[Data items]
________________________________________

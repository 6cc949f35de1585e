"""Availability: two-state and series-parallel algebra, enumeration against Monte Carlo."""

from __future__ import annotations

import json
import pathlib

import pytest

import beamplan
from beamplan.analyses.availability import (
    Component,
    State,
    enumerate_states,
    expected_loss,
    plan_state,
    run_availability,
)
from beamplan.analyses.availability_sim import simulate
from beamplan.analyses.cost import throughput_models
from beamplan.cli.main import main
from beamplan.layout.economics import Economics, Reliability
from beamplan.network.graph import build_network
from beamplan.physics.reliability import (
    availability,
    parallel_availability,
    series_availability,
    state_probability,
)


def test_two_state_availability() -> None:
    # hand calculation (two-state model, Billinton and Allan 1996): 500 / (500 + 8)
    assert availability(500.0, 8.0) == pytest.approx(0.984252, rel=1e-6)


def test_series_parallel_against_its_closed_form() -> None:
    # a source (A = 0.98) feeding two redundant mirrors (0.99 each) in series with a
    # splitter (0.995): closed form 0.98 × (1 - 0.01²) × 0.995 (hand calculation)
    closed = 0.98 * (1 - 0.01 ** 2) * 0.995
    got = series_availability([0.98, parallel_availability([0.99, 0.99]), 0.995])
    assert got == pytest.approx(closed, rel=1e-12)
    # and by enumerating the 2^4 states of the four parts (Billinton and Allan: enumeration)
    q = [0.02, 0.01, 0.01, 0.005]
    up = 0.0
    for mask in range(16):
        down = [i for i in range(4) if mask >> i & 1]
        if 0 not in down and 3 not in down and not (1 in down and 2 in down):
            up += state_probability(q, down)
    assert up == pytest.approx(closed, rel=1e-12)


def test_enumeration_threshold_and_expected_loss() -> None:
    parts = [Component("a", "mirror", 990.0, 10.0), Component("b", "mirror", 990.0, 10.0)]
    cases, left = enumerate_states(parts, 1e-3)
    assert cases == [("a",), ("b",)]  # the pair 0.98 × (0.01 / 0.99)² = 1e-4 < 1e-3
    assert left == pytest.approx(1e-4, rel=1e-9)  # hand calculation
    s = State(("a",), 0.0099, 0.2, (("x", 10.0),), (("x", 40.0),), 0.0, ("sw: m -> n",))
    # hand calculation: 1000 h × 0.0099 × 10; with 1 h switching 1 - e^-0.2 of the stay at 40
    assert expected_loss([s], 0.0, 1000.0)["x"] == pytest.approx(99.0)
    f = 1 - 2.718281828459045 ** -0.2
    assert expected_loss([s], 1.0, 1000.0)["x"] == pytest.approx(99.0 * (1 - f) + 396.0 * f)


def test_two_bay_enumeration_agrees_with_monte_carlo() -> None:
    lay = beamplan.load("layouts/two-bay.yaml")
    net = build_network(lay)
    econ = Economics(hours_per_year=8000.0, switching_time_h=0.5,
                     by_id=(("fel-standby", Reliability(228.0, 12.0)),))
    report = run_availability(lay, net, econ)
    models, _ = throughput_models(net, econ)
    exposing = {s.id: s.exposing for s in report.scanners}
    base = {s.id: s.delivered_w for s in report.plan.scanners}
    sim = simulate(report.components, {frozenset(s.failed): s for s in report.states},
                   lambda f: plan_state(net, f, models, exposing, base),
                   years=1500, hours=8000.0, switching_time_h=0.5, seed=7)
    # the analytic expected loss lies inside the simulation's 95 % interval (seeded)
    assert sim.low <= report.wafers_lost <= sim.high, (sim, report.wafers_lost)
    assert sim.half_width < 0.05 * sim.mean  # the check has teeth: a 5 % interval
    assert report.ranking[0].id == "fel-main"


def test_availability_cli(tmp_path: pytest.TempPathFactory) -> None:
    out = f"{tmp_path}/a.json"
    code = main(["availability", "layouts/pilot-line.yaml", "--simulate", "300", "--json", out,
                 "--html", f"{tmp_path}/a.html", "--csv", f"{tmp_path}/csv", "-q"])
    assert code == 0
    doc = json.loads(pathlib.Path(out).read_text(encoding="utf-8"))
    assert doc["format"] == "beamplan-availability/1"
    assert doc["simulation"]["years"] == 300
    assert "Billinton" in doc["method"]
    assert "<svg" in pathlib.Path(f"{tmp_path}/a.html").read_text(encoding="utf-8")
    again = f"{tmp_path}/b.json"
    main(["availability", "layouts/pilot-line.yaml", "--simulate", "300", "--json", again, "-q"])
    # seeded: byte-identical on a re-run
    assert pathlib.Path(again).read_bytes() == pathlib.Path(out).read_bytes()


def test_ctrl_c_reports_what_was_planned(monkeypatch: pytest.MonkeyPatch,
                                         capsys: pytest.CaptureFixture[str]) -> None:
    from beamplan.analyses import outages

    real = outages.run_chunk
    calls = []

    def stop_after_one(*args: object) -> object:
        calls.append(1)
        if len(calls) > 1:
            raise KeyboardInterrupt
        return real(*args)  # type: ignore[arg-type]

    monkeypatch.setattr(outages, "run_chunk", stop_after_one)
    assert main(["availability", "layouts/two-bay.yaml", "-q"]) == 130
    assert "interrupted" in capsys.readouterr().err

________________________________________

Your objective: All the records, from start to finish, are to be repeated exactly.

Result:
repository 6cc949f35de1585e
"""Availability: two-state and series-parallel algebra, enumeration against Monte Carlo."""

from __future__ import annotations

import json
import pathlib

import pytest

import beamplan
from beamplan.analyses.availability import (
    Component,
    State,
    enumerate_states,
    expected_loss,
    plan_state,
    run_availability,
)
from beamplan.analyses.availability_sim import simulate
from beamplan.analyses.cost import throughput_models
from beamplan.cli.main import main
from beamplan.layout.economics import Economics, Reliability
from beamplan.network.graph import build_network
from beamplan.physics.reliability import (
    availability,
    parallel_availability,
    series_availability,
    state_probability,
)


def test_two_state_availability() -> None:
    # hand calculation (two-state model, Billinton and Allan 1996): 500 / (500 + 8)
    assert availability(500.0, 8.0) == pytest.approx(0.984252, rel=1e-6)


def test_series_parallel_against_its_closed_form() -> None:
    # a source (A = 0.98) feeding two redundant mirrors (0.99 each) in series with a
    # splitter (0.995): closed form 0.98 × (1 - 0.01²) × 0.995 (hand calculation)
    closed = 0.98 * (1 - 0.01 ** 2) * 0.995
    got = series_availability([0.98, parallel_availability([0.99, 0.99]), 0.995])
    assert got == pytest.approx(closed, rel=1e-12)
    # and by enumerating the 2^4 states of the four parts (Billinton and Allan: enumeration)
    q = [0.02, 0.01, 0.01, 0.005]
    up = 0.0
    for mask in range(16):
        down = [i for i in range(4) if mask >> i & 1]
        if 0 not in down and 3 not in down and not (1 in down and 2 in down):
            up += state_probability(q, down)
    assert up == pytest.approx(closed, rel=1e-12)


def test_enumeration_threshold_and_expected_loss() -> None:
    parts = [Component("a", "mirror", 990.0, 10.0), Component("b", "mirror", 990.0, 10.0)]
    cases, left = enumerate_states(parts, 1e-3)
    assert cases == [("a",), ("b",)]  # the pair 0.98 × (0.01 / 0.99)² = 1e-4 < 1e-3
    assert left == pytest.approx(1e-4, rel=1e-9)  # hand calculation
    s = State(("a",), 0.0099, 0.2, (("x", 10.0),), (("x", 40.0),), 0.0, ("sw: m -> n",))
    # hand calculation: 1000 h × 0.0099 × 10; with 1 h switching 1 - e^-0.2 of the stay at 40
    assert expected_loss([s], 0.0, 1000.0)["x"] == pytest.approx(99.0)
    f = 1 - 2.718281828459045 ** -0.2
    assert expected_loss([s], 1.0, 1000.0)["x"] == pytest.approx(99.0 * (1 - f) + 396.0 * f)


def test_two_bay_enumeration_agrees_with_monte_carlo() -> None:
    lay = beamplan.load("layouts/two-bay.yaml")
    net = build_network(lay)
    econ = Economics(hours_per_year=8000.0, switching_time_h=0.5,
                     by_id=(("fel-standby", Reliability(228.0, 12.0)),))
    report = run_availability(lay, net, econ)
    models, _ = throughput_models(net, econ)
    exposing = {s.id: s.exposing for s in report.scanners}
    base = {s.id: s.delivered_w for s in report.plan.scanners}
    sim = simulate(report.components, {frozenset(s.failed): s for s in report.states},
                   lambda f: plan_state(net, f, models, exposing, base),
                   years=1500, hours=8000.0, switching_time_h=0.5, seed=7)
    # the analytic expected loss lies inside the simulation's 95 % interval (seeded)
    assert sim.low <= report.wafers_lost <= sim.high, (sim, report.wafers_lost)
    assert sim.half_width < 0.05 * sim.mean  # the check has teeth: a 5 % interval
    assert report.ranking[0].id == "fel-main"


def test_availability_cli(tmp_path: pytest.TempPathFactory) -> None:
    out = f"{tmp_path}/a.json"
    code = main(["availability", "layouts/pilot-line.yaml", "--simulate", "300", "--json", out,
                 "--html", f"{tmp_path}/a.html", "--csv", f"{tmp_path}/csv", "-q"])
    assert code == 0
    doc = json.loads(pathlib.Path(out).read_text(encoding="utf-8"))
    assert doc["format"] == "beamplan-availability/1"
    assert doc["simulation"]["years"] == 300
    assert "Billinton" in doc["method"]
    assert "<svg" in pathlib.Path(f"{tmp_path}/a.html").read_text(encoding="utf-8")
    again = f"{tmp_path}/b.json"
    main(["availability", "layouts/pilot-line.yaml", "--simulate", "300", "--json", again, "-q"])
    # seeded: byte-identical on a re-run
    assert pathlib.Path(again).read_bytes() == pathlib.Path(out).read_bytes()


def test_ctrl_c_reports_what_was_planned(monkeypatch: pytest.MonkeyPatch,
                                         capsys: pytest.CaptureFixture[str]) -> None:
    from beamplan.analyses import outages

    real = outages.run_chunk
    calls = []

    def stop_after_one(*args: object) -> object:
        calls.append(1)
        if len(calls) > 1:
            raise KeyboardInterrupt
        return real(*args)  # type: ignore[arg-type]

    monkeypatch.setattr(outages, "run_chunk", stop_after_one)
    assert main(["availability", "layouts/two-bay.yaml", "-q"]) == 130
    assert "interrupted" in capsys.readouterr().err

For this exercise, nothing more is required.